Le scientifique en exil Youri Bandajevsky, 59 ans, fut le premier scientifique à implanter au Belarus un institut pour étudier les effets de la catastrophe nucléaire de Tchernobyl sur la santé des populations, en particulier celle des enfants ; il est situé près de Gomel, à 200 km environ de la frontière ukrainienne. Il fut interpellé au Belarus en 1999 et condamné à huit ans de détention pour avoir prétendument obtenu des pots de vin de la part de familles désireuses de faire entrer leurs enfants à l’Institut médical d’Etat de Gomel. Il a toujours nié ces accusations (1).

L’Académie Nationale des Sciences ainsi que Amnesty International ont communiqué qu’on l’a arrêté pour sa remise en question de la politique sanitaire publique du Belarus relativement à la gestion des conséquences de la catastrophe nucléaire. Il a été libéré en 2005, a obtenu la citoyenneté française grâce au soutien d’organisations de droits de l’homme en Union Européenne, en Grande-Bretagne, en France et en Allemagne. Il dirige aujourd’hui un centre médical de soins près de Kiev, qui se consacre aux examens et à la prise en charge sanitaire des victimes de Tchernobyl.

Bandajevsky n’est pas revenu au Belarus, de crainte que sa famille n’y soit victime de persécutions, voire arrêtée par les autorités.

 

Voilà quelques-unes de ses observations (extraits choisis, pour la clarté du propos) :

KIEV, Ukraine – « Quand on vous dit qu’on connaît aujourd’hui à peu près tout des effets de la catastrophe de Tchernobyl en Ukraine et au Belarus, permettez-moi de vous dire qu’on vous mène en bateau. Comment dire… c’est aujourd’hui seulement, soit 30 ans après le début de cette catastrophe, qu’on peut commencer à mesurer ses effets. Nous avons établi notamment que le Belarus a été touché bien plus qu’on ne l’a dit. Les retombées radioactives ont été bien plus importantes qu’on ne le prétend. La radioactivité déversée sur les populations a en vérité atteint un niveau de dose démentiel. Voilà ce que mon équipe de chercheurs et moi avions pu observer dès notre arrivée à Gomel en 1990, lorsque nous avons mis sur pied l’institut médical (qui est aujourd’hui devenu une université).
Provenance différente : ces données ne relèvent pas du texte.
// The Practice screen's two-voice view — a double stop or a duet from one microphone, read as one interval.
// Method: ours: the verdict is the interval's deviation from its just target (ui/session/duo_verdict.h); the lane
// shows it, the info lines show both voices (secondary, labelled) and who should move, the trace both voices'
// lines against the interval's target line, the beat cue the measured beat when the partials give one.
// Thread: the UI thread. Allocates: only through ImGui's draw lists and the scratch it is given (sized once).
#pragma once

#include "ui/session/app_state.h"

#include <imgui.h>

#include <vector>

namespace beatless::ui {

struct DuoScratch {
    std::vector<ImVec2> points = std::vector<ImVec2>(4096);  // the trace's polylines
};

// Draws everything above the controls into the area (x0, y0, w, h).
void draw_practice_duo(AppState& app, ImDrawList* dl, float x0, float y0, float w, float h, DuoScratch& s);

// The parts another screen shows the same way (the Drills screen's double-stop holds).
struct DuoLook {
    double in_tune_cents = 5.0;  // the lane's window and the width that needs no move
    bool against_root = true;    // true: each voice also against the root, and with a drone the one farther from
                                 //   its target moves; false: the interval alone (a drill's target), the lower leads
    bool show_verdict = true;    // false: the lane and voices empty (a drill between its count-in and hold)
};
// The lane: the interval's deviation from its target, the one marker (band_h high at (x0, y0), w wide).
void draw_duo_lane(AppState& app, ImDrawList* dl, float x0, float y0, float w, float band_h, const DuoLook& look);
// Under the lane: both voices (secondary, labelled) and who should move; two lines of body text at (x0, y0).
void draw_duo_voices(AppState& app, ImDrawList* dl, float x0, float y0, const DuoLook& look);

}  // namespace beatless::ui
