void ReviewScreen::draw_time_axis(ImDrawList* dl) {
    const float u = ui_unit();
    const ReviewView& v = view_;
    // The time axis: a tick per second or per a round step.
    const double steps[] = {0.1, 0.2, 0.5, 1, 2, 5, 10, 15, 30, 60, 120, 300};
    double step = steps[0];
    for (const double s : steps)
        if (span_s_ / s <= 10.0) {
            step = s;
            break;
        }
    for (double t = std::ceil(v.t0_s / step) * step; t <= v.t1_s + 1e-9; t += step) {
        const float tx = std::round(v.x_of(t));
        dl->AddLine(ImVec2(tx, v.plot_y1), ImVec2(tx, v.plot_y1 + 0.3f * u), palette::kGrid, 1.0f);
        draw_text_centred(dl, FontFace::body, tx, v.plot_y1 + 0.35f * u, palette::kTextDim,
                          pitch::format_trimmed(t, step < 1.0 ? 1 : 0) + " s");
    }
}

// Two voices: octave lines of the reference, both voices' traces (the lower dimmer), and each held interval: a bar
// at each voice, the upper one in its tuning colour with the interval's deviation above it, and the target (the
// upper note the interval meant over the lower) as a line across it.
// Voices the drone removal hid on a drone partial: an outline at the partial over their stretch, their pitch not
// measured; y in cents above ref_hz, the words as `analyze` prints them over root_hz (intervals: two voices).
void ReviewScreen::draw_hidden(ImDrawList* dl, const std::vector<pitch::PartialVoice>& list, double ref_hz,
                               double root_hz, bool intervals) {
    const float u = ui_unit();
    const ReviewView& v = view_;
    view_.hidden.clear();
    view_.hidden_words.clear();
    for (std::size_t i = 0; i < list.size(); ++i) {
        const pitch::PartialVoice& p = list[i];
        view_.hidden_words.push_back(on_partial_words(p, take_->set, root_hz, intervals));
        if (p.end_s < v.t0_s || p.start_s > v.t1_s) continue;
        ReviewMarkView m;
        m.note = static_cast<int>(i);
        m.x0 = v.x_of(p.start_s);
        m.x1 = v.x_of(p.end_s);
        m.cents = 1200.0 * std::log2(p.f_hz / ref_hz);
        m.y = std::round(v.y_of(m.cents));
        m.dev_cents = NAN;
        m.colour = palette::kTextDim;
        const float r = std::round(0.22f * u);
        dl->AddRect(ImVec2(m.x0, m.y - r), ImVec2(m.x1, m.y + r), m.colour, 0.0f, 0, 1.5f);
        draw_text(
            dl, FontFace::body, ImVec2(m.x0, m.y - r - std::round(1.3f * u)), m.colour,
            fit_text(FontFace::body, "voice hidden with the drone (its partial " + std::to_string(p.partial) + ")",
                     v.plot_x1 - m.x0));
        view_.hidden.push_back(m);
    }
}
On a commencé par étudier les effets des fortes doses parce que Gomel était situé à l’épicentre du plus haut niveau de contamination. Par la suite, nous avons commencé à nous intéresser à l’accumulation des éléments radioactifs dans les organes internes au corps, relativement aux faibles doses, notamment chez les enfants. On a très vite vu qu’un ensemble complexe de pathologies avaient affecté le système endocrinien (c’est lui qui produit les hormones), le système cardiovasculaire ainsi que la totalité quasiment des organes internes. De telles recherches n’avaient jusqu’alors jamais été faites au Belarus, et personne à ce jour ne fait plus de recherches similaires.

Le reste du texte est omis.